### Directions
Restrict the output to the lines below starting at the one that contains "const isOfGrid = from.by" and ending at the one that contains "(northOfPlan(claim).sdDeg * side", and restate them word for word, both ends included.

BEGIN Record extracts

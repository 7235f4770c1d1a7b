import { expect } from 'vitest'
import type { Reading } from '../../src/quantity/reading.ts'

/** What a test says about a text that cannot be read. `marked` is the stretch of the text the problem points at. */
export interface ExpectedMisread {
  code: string
  marked: string
  suggestion: string | null
}

/** Checks that a text was refused for the reason given, at the place given. */
export function expectMisread(text: string, reading: Reading<unknown>, expected: ExpectedMisread): void {
  expect(reading.ok, `\`${text}\` was read`).toBe(false)
  if (reading.ok) return
  const { code, offset, length, suggestion } = reading.misread
  expect({ code, marked: text.slice(offset, offset + length), suggestion }).toEqual(expected)
}

/** The value that was read, or the reason why none was. */
export function readOrReason<T>(reading: Reading<T>): T | string {
  return reading.ok ? reading.value : reading.misread.message
}
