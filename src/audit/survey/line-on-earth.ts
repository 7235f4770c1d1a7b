import type { Claim, Point } from '../../claim/claim.ts'
import { DEG, wrap180 } from '../../quantity/degrees.ts'
import { type Ellipsoid, WGS84 } from '../../site/ellipsoid.ts'
import { geodesicLine } from '../../site/geodesic-line.ts'
import { placeOfPoint } from './place-of-point.ts'
import { projectionOf } from './projection-of.ts'

/** The geodesic from one point of a survey to another. */
export interface LineOnEarth {
  azimuthDeg: number
  lengthM: number
}

/** Closer than this two points stand at one place, whose direction means nothing. */
const SAME_PLACE_M = 1e-6

/**
 * The geodesic from one point to another, on their grid's own ellipsoid where both are of it, else on WGS84. Null where
 * the place of one is not known on the Earth; of length 0 and azimuth 0 where both stand at one place.
 */
export function lineOnEarth(claim: Claim, from: Point, to: Point): LineOnEarth | null {
  const [start, end] = [placeOfPoint(claim, from), placeOfPoint(claim, to)]
  if (start === null || end === null) return null
  const north = (start.latitudeDeg - end.latitudeDeg) * METRES_PER_DEGREE
  const east =
    wrap180(start.longitudeDeg - end.longitudeDeg) * METRES_PER_DEGREE * Math.cos(start.latitudeDeg * DEG)
  if (Math.hypot(north, east) < SAME_PLACE_M) return { azimuthDeg: 0, lengthM: 0 }
  return geodesicLine(start, end, ellipsoidOf(claim, from, to))
}

const METRES_PER_DEGREE = 111_000

function ellipsoidOf({ grid }: Claim, from: Point, to: Point): Ellipsoid {
  return grid?.by === 'projection' && from.by === 'grid' && to.by === 'grid'
    ? projectionOf(grid.projection).ellipsoid
    : WGS84
}

/** The same in metres east and north of the first point, azimuths and distances as they are from there. */
export function metresOnEarth(
  claim: Claim,
  from: Point,
  to: Point,
): { eastM: number; northM: number } | null {
  const line = lineOnEarth(claim, from, to)
  if (line === null) return null
  const { azimuthDeg, lengthM } = line
  return { eastM: lengthM * Math.sin(azimuthDeg * DEG), northM: lengthM * Math.cos(azimuthDeg * DEG) }
}
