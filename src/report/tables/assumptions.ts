import type { Table } from 'mdast'
import type { Assumption, Audit } from '../../audit/audit.ts'
import { formatNumber } from '../../quantity/format-number.ts'
import { type Phrase, table } from '../nodes.ts'

/** What the claim file leaves open and the program filled in, in the audit's order: largest effect first. */
export function assumptionsTable(audit: Audit): Table[] {
  if (audit.assumptions.length === 0) return []
  return [
    table<Assumption>(
      [
        'What the claim leaves open, what was used in its place, and what that is worth in years; largest first.',
      ],
      [
        { head: 'Left open', cell: printWhat, width: 1.5 },
        { head: 'Used', cell: (row) => row.used, width: 1.4 },
        { head: 'Why', cell: (row) => row.basis, width: 2.2 },
        { head: 'Effect on the date', cell: printEffect, width: 2.4 },
      ],
      audit.assumptions,
    ),
  ]
}

function printWhat({ what, said }: Assumption): Phrase[] {
  return said === 'unknown' ? [what, ' (said to be unknown)'] : [what]
}

function printEffect({ effect_years, effect_of }: Assumption): string {
  if (effect_years === null) return effect_of
  const years = Math.abs(effect_years)
  return years < 1 ? `under 1 year: ${effect_of}` : `${formatNumber(years, 2)} years: ${effect_of}`
}
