import type { Table } from 'mdast'
import type { Audit, SweepStep } from '../../audit/audit.ts'
import { formatArcmin } from '../../quantity/format-angle.ts'
import { formatCm } from '../../quantity/format-length.ts'
import { table } from '../nodes.ts'
import { dateSets, EDGE } from '../wording/date-sets.ts'
import { fixed } from '../wording/fixed.ts'
import { lineOrLines } from '../wording/line-or-lines.ts'
import { markerPlace } from '../wording/marker-place.ts'
import { sunWidths } from '../wording/sun-widths.ts'

/** What the line tells of its date, by build tolerance. */
export function premiseTable(audit: Audit): Table[] {
  const { window, steps } = audit.sweep
  const rows = steps.filter((step) => step.in_table)
  if (rows.length === 0) return []
  const isCut = rows.some((step) =>
    `${dateSets(step.sets95, window)}${dateSets(step.sets68, window)}`.includes(EDGE),
  )
  const caption = [
    `What ${lineOrLines(audit, 'the line tells', 'the lines tell')} of the date, by build tolerance, `,
    `within the window ${window.printed}.`,
    isCut ? ` ${EDGE}: the window cuts the set off here.` : '',
  ]
  return [
    table<SweepStep>(
      caption,
      [
        {
          head: 'Build tolerance',
          cell: (step) => formatArcmin(step.tolerance_arcmin),
          align: 'right',
          width: 1,
        },
        { head: markerPlace(audit), cell: (step) => formatCm(step.tolerance_cm), align: 'right', width: 1 },
        {
          head: 'Sun’s widths',
          cell: (step) => sunWidths(step.tolerance_sun_widths),
          align: 'right',
          width: 0.8,
        },
        { head: '95 % dates', cell: (step) => dateSets(step.sets95, window), width: 2.7 },
        { head: '68 % dates', cell: (step) => dateSets(step.sets68, window), width: 3.6 },
        { head: 'Bits', cell: (step) => fixed(step.bits, 2), align: 'right', width: 0.7 },
      ],
      rows,
    ),
  ]
}
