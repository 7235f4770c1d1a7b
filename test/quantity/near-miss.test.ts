import { expect, test } from 'vitest'
import { foldWord, nearMiss } from '../../src/quantity/near-miss.ts'

const KEYS = ['structure', 'sightlines', 'source', 'target']

test.each([
  ['sorce', 'source'], // one letter left out
  ['sourcee', 'source'], // one too many
  ['soucre', 'source'], // neighbours swapped
  ['sight-lines', 'sightlines'],
  ['Target', 'target'],
  ['strukture', 'structure'],
  ['colour', null],
  ['', null],
])('%s is taken for %s', (typed, meant) => {
  expect(nearMiss(typed, KEYS)).toBe(meant)
})

test('two letters changed for each other are one slip', () => {
  expect(nearMiss('form', ['from', 'to'])).toBe('from')
})

test('as many slips as allowed and no more', () => {
  expect(nearMiss('hearthstone', ['hearthstXYZe'])).toBe('hearthstXYZe')
  expect(nearMiss('hearthstone', ['hearthstXYZe'], 2)).toBeNull()
})

test('takes the nearest of several', () => {
  expect(nearMiss('stone-b2', ['stone-b', 'stone-b22', 'stone-b3', 'stoneb2'])).toBe('stoneb2')
})

test('a word is compared without case, spaces, hyphens and underscores', () => {
  expect(foldWord('June_Sol-stice ')).toBe('junesolstice')
})
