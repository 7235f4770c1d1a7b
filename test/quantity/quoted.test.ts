import { expect, test } from 'vitest'
import { plainCharacters } from '../../src/quantity/plain-characters.ts'
import { quoted, visibleControls } from '../../src/quantity/quoted.ts'

test('a value is quoted in backticks, its own made harmless', () => {
  expect(quoted('95°')).toBe('`95°`')
  expect(quoted('a`b')).toBe('`a’b`')
})

test('a long value loses its middle, not half a character', () => {
  const long = quoted(`${'a'.repeat(30)}${'🌞'.repeat(30)}${'b'.repeat(30)}`)
  expect([...long]).toHaveLength(62)
  expect(long.startsWith('`aaa')).toBe(true)
  expect(long.endsWith('bbb`')).toBe(true)
  expect(long).toContain('…')
})

test('nothing a terminal would act on is left', () => {
  expect(visibleControls('\u0000\u001b[31m\n\u202e')).toBe('␀␛[31m␊�')
})

test('variants of a character become one, each at its offset', () => {
  const typed = '49º 34’ 18” −5\u00a0m “x” 🌞'
  expect(plainCharacters(typed)).toBe('49° 34′ 18″ -5 m ″x″ 🌞')
  expect(plainCharacters(typed)).toHaveLength(typed.length)
})
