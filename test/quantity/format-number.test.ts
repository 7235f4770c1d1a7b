import { describe, expect, test } from 'vitest'
import { formatNumber, formatSigned, groupThousands, trimZeros } from '../../src/quantity/format-number.ts'

describe('formatNumber', () => {
  test.each([
    [0, 3, '0'],
    [-0, 3, '0'],
    [1, 3, '1.00'],
    [293.4, 3, '293'],
    [0.6666, 2, '0.67'],
    [0.00123, 2, '0.0012'],
    [-4.44, 2, '−4.4'],
    [9.996, 3, '10.0'],
    [9601, 4, '9601'],
    [11881, 5, '11,881'],
    [11881, 2, '12,000'],
    [1_234_567, 7, '1,234,567'],
    [999_999_999, 9, '999,999,999'],
    [999_999_999.9, 9, '1.00000000 × 10⁹'],
    [3.2e87, 2, '3.2 × 10⁸⁷'],
    [-2.5e-9, 2, '−2.5 × 10⁻⁹'],
  ])('%d to %d digits is %s', (value, significant, printed) => {
    expect(formatNumber(value, significant)).toBe(printed)
  })

  test.each([Number.NaN, Number.POSITIVE_INFINITY, Number.NEGATIVE_INFINITY])('refuses %d', (value) => {
    expect(() => formatNumber(value, 2)).toThrow(RangeError)
  })
})

test('formatSigned shows a plus', () => {
  expect([12, -12, 0].map((value) => formatSigned(value, 2))).toEqual(['+12', '−12', '0'])
})

test('trimZeros drops zeros of the fraction only', () => {
  expect([2, 2.5, 20, 100].map((value) => trimZeros(value, 3))).toEqual(['2', '2.5', '20', '100'])
  expect(trimZeros(2e-9, 2)).toBe('2 × 10⁻⁹')
})

test('groupThousands begins at five digits and leaves the fraction alone', () => {
  expect(['9601', '11881', '11881.12345', '1234567'].map(groupThousands)).toEqual([
    '9601',
    '11,881',
    '11,881.12345',
    '1,234,567',
  ])
})
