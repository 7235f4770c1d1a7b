import { describe, expect, test } from 'vitest'
import { auditPlan } from '../../../src/audit/audit-plan.ts'
import { groundOf } from '../../../src/audit/audit-sweep.ts'
import { raisedHorizon } from '../../../src/audit/raised-horizon.ts'
import { settleClaim } from '../../../src/audit/settle-claim.ts'
import { sightOf } from '../../../src/audit/sight-of.ts'
import type { SightlineInputs } from '../../../src/audit/sightline-inputs.ts'
import { targetModel } from '../../../src/audit/targets/target-model.ts'
import type { Sight } from '../../../src/inference/sight.ts'
import { sweepPoint } from '../../../src/inference/sweep.ts'
import { horizonCrossing } from '../../../src/site/horizontal.ts'
import { NUTATION_SD_DEG } from '../../../src/sky/solstice-declination.ts'
import { expectWithin } from '../../published/expect-within.ts'
import { claimText } from '../audit-of.ts'
import { azimuthOf, obliquityOf, semidiameterArcmin } from '../by-tables.ts'
import { auditWith, claimOf, settledLine } from '../settled.ts'

type At = 'rising' | 'setting'
const HORIZONS = '{june: 2° ± 3′, december: 1° ± 5′}'

/** A span over two horizons. */
function spanText(span: string, at: At, latitude: string, changes: Record<string, string> = {}): string {
  return claimText({
    structure: `{name: Span, latitude: ${latitude}, elevation: 0 m}`,
    sightlines: `{both: {span: {angle: ${span}, horizons: ${HORIZONS}}}}`,
    target: `{body: sun, event: june to december solstice, at: ${at}, disc: upper limb}`,
    ...changes,
  })
}

/** Less parallax, as a claim gives it: then nothing is left to differ but the last digits of the tables. */
const REFRACTION_ARCMIN = 20

/** By the published tables: obliquity and orbit of the year. */
function angleByTables(year: number, at: At, latitude: number): number {
  const [june, december] = (
    [
      [90, 1, 2],
      [270, -1, 1],
    ] as const
  ).map(([longitude, sign, horizon]) => {
    const altitude = horizon - (REFRACTION_ARCMIN + semidiameterArcmin(year, longitude)) / 60
    return azimuthOf(sign * obliquityOf(year), altitude, latitude, at)
  })
  return Math.abs(june! - december!)
}

describe('date → angle → date', () => {
  const cases = (
    [
      ['51° N', 51],
      ['33° S', -33],
      ['3° N', 3],
    ] as const
  ).flatMap(([text, latitude]) =>
    (['rising', 'setting'] as const).flatMap((at) =>
      [-9000, -3000, 1000].map((year) => ({ text, latitude, at, year })),
    ),
  )
  test.each(cases)('$at at $text in $year', ({ text, latitude, at, year }) => {
    const angle = angleByTables(year, at, latitude)
    const atmosphere = `{refraction: ${REFRACTION_ARCMIN}′, refraction_uncertainty: 1′}`
    const { implied } = auditWith(spanText(`${angle.toFixed(7)}° ± 1′`, at, text, { atmosphere }))
    const years = implied.find(({ model }) => model === 'vondrak2011')!.dates.map((date) => date.year)
    const off = years.map((found) => Math.abs(found - year))
    // The obliquity is printed to 1e−6°, 0.002″ of rounding, and moves by 0.1″ a year at least; the size of the Sun is
    // good to 1e−7 of 16′, less than that; the step of the audit's own table of the obliquity costs as much again.
    expectWithin(Math.min(...off), 0, 0.1, 'years')
  })
})

const LINE = settledLine(spanText('70° ± 1′', 'rising', '51° N'))

function directionOf(line: SightlineInputs, year: number): number {
  return targetModel(line).branches[0]!.predict(year)!.directionDeg
}

describe('the angle between the two solstices', () => {
  test.each(['rising', 'setting'] as const)('is the difference of the two lines by themselves, %s', (at) => {
    const single = (event: string, horizon: string) =>
      settledLine(
        spanText('70° ± 1′', at, '51° N', {
          sightlines: `{one: {azimuth: 90° ± 1′, horizon: ${horizon}}}`,
          target: `{body: sun, event: ${event}, at: ${at}, disc: upper limb}`,
        }),
      )
    const june = directionOf(single('june solstice', '2° ± 3′'), -3000)
    const december = directionOf(single('december solstice', '1° ± 5′'), -3000)
    const span = directionOf(settledLine(spanText('70° ± 1′', at, '51° N')), -3000)
    expectWithin((span - Math.abs(december - june)) * 3600, 0, 1e-6, 'arcsec')
  })

  const prediction = targetModel(LINE).branches[0]!.predict(-3000)!
  const effectOf = (source: string) => {
    const found = prediction.errors.filter((error) => error.source === source)
    expect(found, source).toHaveLength(1)
    return found[0]!.effectDeg
  }
  const own = directionOf(LINE, -3000)
  const pair = LINE.pair!

  // Finite differences of one standard deviation to either side, which leave the third derivative: below 0.1 %.
  test.each([
    ['june', 'June', 3 / 60],
    ['december', 'December', 5 / 60],
  ] as const)('answers the %s horizon by itself', (side, month, sd) => {
    const raised = (deg: number) =>
      directionOf({ ...LINE, pair: { ...pair, [side]: raisedHorizon(pair[side], deg) } }, -3000)
    const want = (raised(sd) - raised(-sd)) / 2
    expectWithin(effectOf(`altitude of the horizon (${month})`) / want, 1, 2e-3, 'of the effect')
  })

  test('answers the obliquity at both ends, which add', () => {
    const altitude = (solstice: 'june' | 'december') => targetModel(pair[solstice]).altitudeDeg(-3000)!.deg
    const angle = (obliquity: number) =>
      horizonCrossing(-obliquity, altitude('december'), 51, 'rising')!.azimuthDeg -
      horizonCrossing(obliquity, altitude('june'), 51, 'rising')!.azimuthDeg
    const obliquity = obliquityOf(-3000)
    const want = (angle(obliquity + NUTATION_SD_DEG) - angle(obliquity - NUTATION_SD_DEG)) / 2
    expectWithin(effectOf('nutation') / want, 1, 1e-3, 'of the effect')
    expect(prediction.errors.filter(({ shared }) => shared).map(({ source }) => source)).toEqual([
      'model of the obliquity',
      'nutation',
    ])
    expectWithin(angle(obliquity), own, 1e-4, 'degrees')
  })

  test('has the day’s refraction twice, each of its own day', () => {
    const of = (month: string) =>
      prediction.errors.filter(({ source }) => source === `refraction of the day (${month})`)
    expect([of('June').length, of('December').length]).toEqual([1, 1])
    expect(prediction.errors.some(({ source }) => source === 'refraction of the day')).toBe(false)
  })

  test('does not answer north', () => {
    const text = spanText('', 'rising', '51° N', {
      north: 'unknown',
      points: '{a: {east: 0 m, north: 0 m}, b: {east: 60 m, north: 50 m}, c: {east: 60 m, north: -40 m}}',
      sightlines: `{both: {span: {from: a, june: b, december: c, horizons: ${HORIZONS}}}}`,
    })
    const sure = settledLine(text.replace('north: unknown', 'north: {from: star}'))
    expect(settledLine(text)).toEqual(sure)
  })
})

describe('a build tolerance of an angle', () => {
  test('counts √2 times that of a straight line', () => {
    const claim = claimOf(spanText('82°30′ ± 2′', 'rising', '51° N'))
    const { sights, dates } = settleClaim(claim)
    const asLine: Sight = { ...sights[0]!, toleranceScale: 1 }
    for (const tolerance of [1, 10, 60]) {
      const angle = sweepPoint(groundOf(sights, dates), tolerance)
      const line = sweepPoint(groundOf([asLine], dates), tolerance * Math.SQRT2)
      expectWithin(angle.bits, line.bits, 1e-9, 'bits', tolerance)
      // √2 and back leaves the last digit.
      expect(angle.sets95).toHaveLength(line.sets95.length)
      angle.sets95.flat().forEach((end, i) => {
        expectWithin(end, line.sets95.flat()[i]!, 1e-6, 'years', tolerance)
      })
    }
    expect(sightOf(LINE).toleranceScale).toBe(Math.SQRT2)
  })
})

describe('on the plan', () => {
  const text = (june: string, december: string, at: At) =>
    spanText('', at, '51° N', {
      north: '{from: star}',
      points: `{a: {east: 0 m, north: 0 m}, b: ${june}, c: ${december}}`,
      sightlines: '{both: {span: {from: a, june: b, december: c}}}',
    })
  test.each([
    ['rising', '{east: 60 m, north: 45 m}', '{east: 30 m, north: -40 m}'],
    ['setting', '{east: -60 m, north: 45 m}', '{east: -30 m, north: -40 m}'],
  ] as const)('its second line is where its second point is, %s', (at, june, december) => {
    const claim = claimOf(text(june, december, at))
    const { lines } = settleClaim(claim)
    const plan = auditPlan(claim, lines)
    const { azimuth_deg, span } = plan.lines[0]!
    const bearing = (index: number) =>
      (Math.atan2(plan.points[index]!.east_m, plan.points[index]!.north_m) * 180) / Math.PI
    expectWithin(Math.cos(((azimuth_deg! - bearing(1)) * Math.PI) / 180), 1, 1e-12, 'of the cosine')
    const second = azimuth_deg! + span!.angle_deg
    expectWithin(Math.cos(((second - bearing(2)) * Math.PI) / 180), 1, 1e-12, 'of the cosine')
    expect(span!.to).toBe(2)
  })
})
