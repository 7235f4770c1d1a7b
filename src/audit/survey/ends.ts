import type { Claim, Direction, SightedPart } from '../../claim/claim.ts'
import { isUnstated } from '../../quantity/unstated.ts'
import { lineTurnDeg, type SightedPart as PartOfWidth } from '../../site/sighted-part.ts'
import { pointNamed } from './place-of-point.ts'

/** What stands at one end of a line, and the part of it that is sighted. */
export interface End {
  name: string
  form: 'post' | 'gap' | null
  widthM: number
  part: PartOfWidth['part']
}

/** Both ends of a line between points. */
export interface Ends {
  from: End
  to: End
}

/** The ends of a line with what is sighted of each: the middle where the claim does not say. */
export function endsOf(claim: Claim, direction: Extract<Direction, { by: 'points' }>): Ends {
  const end = (name: string, part: SightedPart): End => {
    const { breadth } = pointNamed(claim, name)
    return {
      name,
      form: breadth?.form ?? null,
      widthM: breadth?.widthM ?? 0,
      part: isUnstated(part) ? 'middle' : part,
    }
  }
  const { from, to, sighted } = direction
  return { from: end(from, sighted.from), to: end(to, sighted.to) }
}

/** By how much the sighted parts turn the line of the middles, degrees, clockwise positive. */
export function turnByParts({ from, to }: Ends, lengthM: number): number {
  return lineTurnDeg(lengthM, { from, to })
}

/** `the left edge`, `the axis`, `the middle`, `the right side`. */
export function partWords({ form, part }: Pick<End, 'form' | 'part'>): string {
  if (part === 'middle') return form === 'gap' ? 'the middle' : 'the axis'
  return `the ${part} ${form === 'gap' ? 'side' : 'edge'}`
}
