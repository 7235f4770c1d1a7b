import type { Claim, Grid, GridPoint, Point } from '../../claim/claim.ts'
import { DEG, wrap360 } from '../../quantity/degrees.ts'
import { formatDegrees } from '../../quantity/format-angle.ts'
import { isUnstated } from '../../quantity/unstated.ts'
import type { GeographicPoint } from '../../site/geographic-point.ts'
import { gridConvergenceDeg } from '../../site/grid-convergence.ts'
import { gridLineByConvergence } from '../../site/grid-line.ts'
import { lineDirection } from '../../site/line-direction.ts'
import { gridOf } from '../../site/transverse-mercator.ts'
import { NORTH_SD_DEG } from '../../site/true-north.ts'
import { DEFAULTS } from '../defaults.ts'
import { lineOnEarth } from './line-on-earth.ts'
import { eastOrWest, northOfPlan } from './north-of-plan.ts'
import { placeOfPoint, pointNamed, pointSdM, turned } from './place-of-point.ts'
import { projectionOf } from './projection-of.ts'
import { tieOf } from './tie-of.ts'

/** A line between two points of a survey. */
export interface SurveyedLine {
  /** From true north through east, of the line of the middles, degrees. */
  azimuthDeg: number
  /** Of the points, across the line. */
  sdDeg: number
  /** Of the north that its direction rests on; 0 where it is true by itself, negative where it turns the other way. */
  northSdDeg: number
  /** Which north that is: lines of the same one share its error. */
  northOf: 'plan' | 'grid' | null
  lengthM: number
  /** By the survey's own north, that of a plan or of a grid, degrees; null where that is true north itself. */
  bearingDeg: number | null
  /** How the direction follows from the coordinates, in sentences. */
  steps: readonly string[]
}

/** The line from one named point to another, by the kinds of their coordinates. */
export function surveyedLine(claim: Claim, fromName: string, toName: string): SurveyedLine {
  const [from, to] = [pointNamed(claim, fromName), pointNamed(claim, toName)]
  if (from.by === 'plan' && to.by === 'plan') return onPlan(claim, from, to)
  if (from.by === 'grid' && to.by === 'grid' && claim.grid?.by === 'convergence') {
    return onUnknownGrid(from, to, claim.grid.convergenceDeg)
  }
  return onEarth(claim, from, to)
}

function onPlan(
  claim: Claim,
  from: Extract<Point, { by: 'plan' }>,
  to: Extract<Point, { by: 'plan' }>,
): SurveyedLine {
  const line = lineDirection({ ...from, sdM: pointSdM(from) }, { ...to, sdM: pointSdM(to) })
  const north = northOfPlan(claim)
  const bearing = `Bearing on the plan ${formatDegrees(line.azimuthDeg)}.`
  return {
    ...line,
    azimuthDeg: wrap360(line.azimuthDeg + north.turnDeg),
    northSdDeg: north.sdDeg,
    northOf: 'plan',
    bearingDeg: north.turnDeg === 0 ? null : line.azimuthDeg,
    steps: north.steps.length === 0 ? [] : [bearing, ...north.steps],
  }
}

function onUnknownGrid(
  from: GridPoint & Point,
  to: GridPoint & Point,
  convergence: { value: number; sd: number | 'omitted' | 'unknown' },
): SurveyedLine {
  const { azimuthDeg, planeBearingDeg, planeLengthM } = gridLineByConvergence(from, to, convergence.value)
  return {
    azimuthDeg,
    sdDeg: Math.hypot(pointSdM(from), pointSdM(to)) / planeLengthM / DEG,
    northSdDeg: isUnstated(convergence.sd) ? NORTH_SD_DEG.grid : convergence.sd,
    northOf: 'grid',
    lengthM: planeLengthM,
    bearingDeg: planeBearingDeg,
    steps: [
      `Grid bearing ${formatDegrees(planeBearingDeg)}, turned by the convergence stated: grid north lies ${eastOrWest(convergence.value)} of true north.`,
    ],
  }
}

/** Both ends by their places on the Earth; one on the plan is carried there from the tie, and its north with it. */
function onEarth(claim: Claim, from: Point, to: Point): SurveyedLine {
  const [start, end] = [placeOfPoint(claim, from), placeOfPoint(claim, to)]
  const line = lineOnEarth(claim, from, to)
  // The reader of the claim file has made sure that both can be placed.
  if (start === null || end === null || line === null)
    throw new Error('a claim without errors joins no points of two kinds')
  if (line.lengthM === 0) throw new Error('a claim without errors joins no two points at one place')
  const grid = claim.grid?.by === 'projection' ? claim.grid : null
  const stone = from.by === 'plan' ? from : to
  // A plan turned clockwise carries a stone ahead of its tie to the right, and a line that begins there to the left.
  const side = stone === from ? -1 : 1
  // The whole plan is as well placed on the Earth as its tie is.
  const tieSdM = stone.by === 'plan' ? DEFAULTS.pointSdM.geographic : 0
  const isOfGrid = from.by === 'grid' || to.by === 'grid'
  const onGrid = grid !== null && isOfGrid ? seenOnGrid(grid, start, end) : null
  return {
    ...line,
    sdDeg: Math.hypot(pointSdM(from), pointSdM(to), tieSdM) / line.lengthM / DEG,
    northSdDeg:
      (northOfPlan(claim).sdDeg * side * alongFromTieM(claim, stone, line.azimuthDeg)) / line.lengthM,
    northOf: stone.by === 'plan' ? 'plan' : null,
    bearingDeg: onGrid?.planeBearingDeg ?? null,
    steps: [
      'From the places of both ends on the Earth: the azimuth of the geodesic, true north by itself.',
      ...(onGrid === null ? [] : [onGrid.words]),
    ],
  }
}

/**
 * How far along a line a point lies ahead of the tie, metres: a turn of the plan about the tie, clockwise, moves it so
 * far to the right for each radian. 0 for a point that is not on the plan.
 */
function alongFromTieM(claim: Claim, point: Point, azimuthDeg: number): number {
  const tie = tieOf(claim)?.point
  if (point.by !== 'plan' || tie === undefined) return 0
  const offset = { eastM: point.eastM - tie.eastM, northM: point.northM - tie.northM }
  const { eastM, northM } = turned(offset, northOfPlan(claim).turnDeg)
  return eastM * Math.sin(azimuthDeg * DEG) + northM * Math.cos(azimuthDeg * DEG)
}

/** What the line looks like on the grid, which a source may have taken for true. */
function seenOnGrid(
  { projection, name }: Extract<Grid, { by: 'projection' }>,
  start: GeographicPoint,
  end: GeographicPoint,
): { planeBearingDeg: number; words: string } {
  const grid = projectionOf(projection)
  const { planeBearingDeg } = gridLineByConvergence(gridOf(start, grid), gridOf(end, grid), 0)
  const convergence = eastOrWest(gridConvergenceDeg(start, grid))
  const words = `On the grid (${name}) its bearing is ${formatDegrees(planeBearingDeg)}, and grid north lies ${convergence} of true north at its start.`
  return { planeBearingDeg, words }
}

END Record extracts

### Output for this task
  const isOfGrid = from.by === 'grid' || to.by === 'grid'
  const onGrid = grid !== null && isOfGrid ? seenOnGrid(grid, start, end) : null
  return {
    ...line,
    sdDeg: Math.hypot(pointSdM(from), pointSdM(to), tieSdM) / line.lengthM / DEG,
    northSdDeg:
      (northOfPlan(claim).sdDeg * side * alongFromTieM(claim, stone, line.azimuthDeg)) / line.lengthM,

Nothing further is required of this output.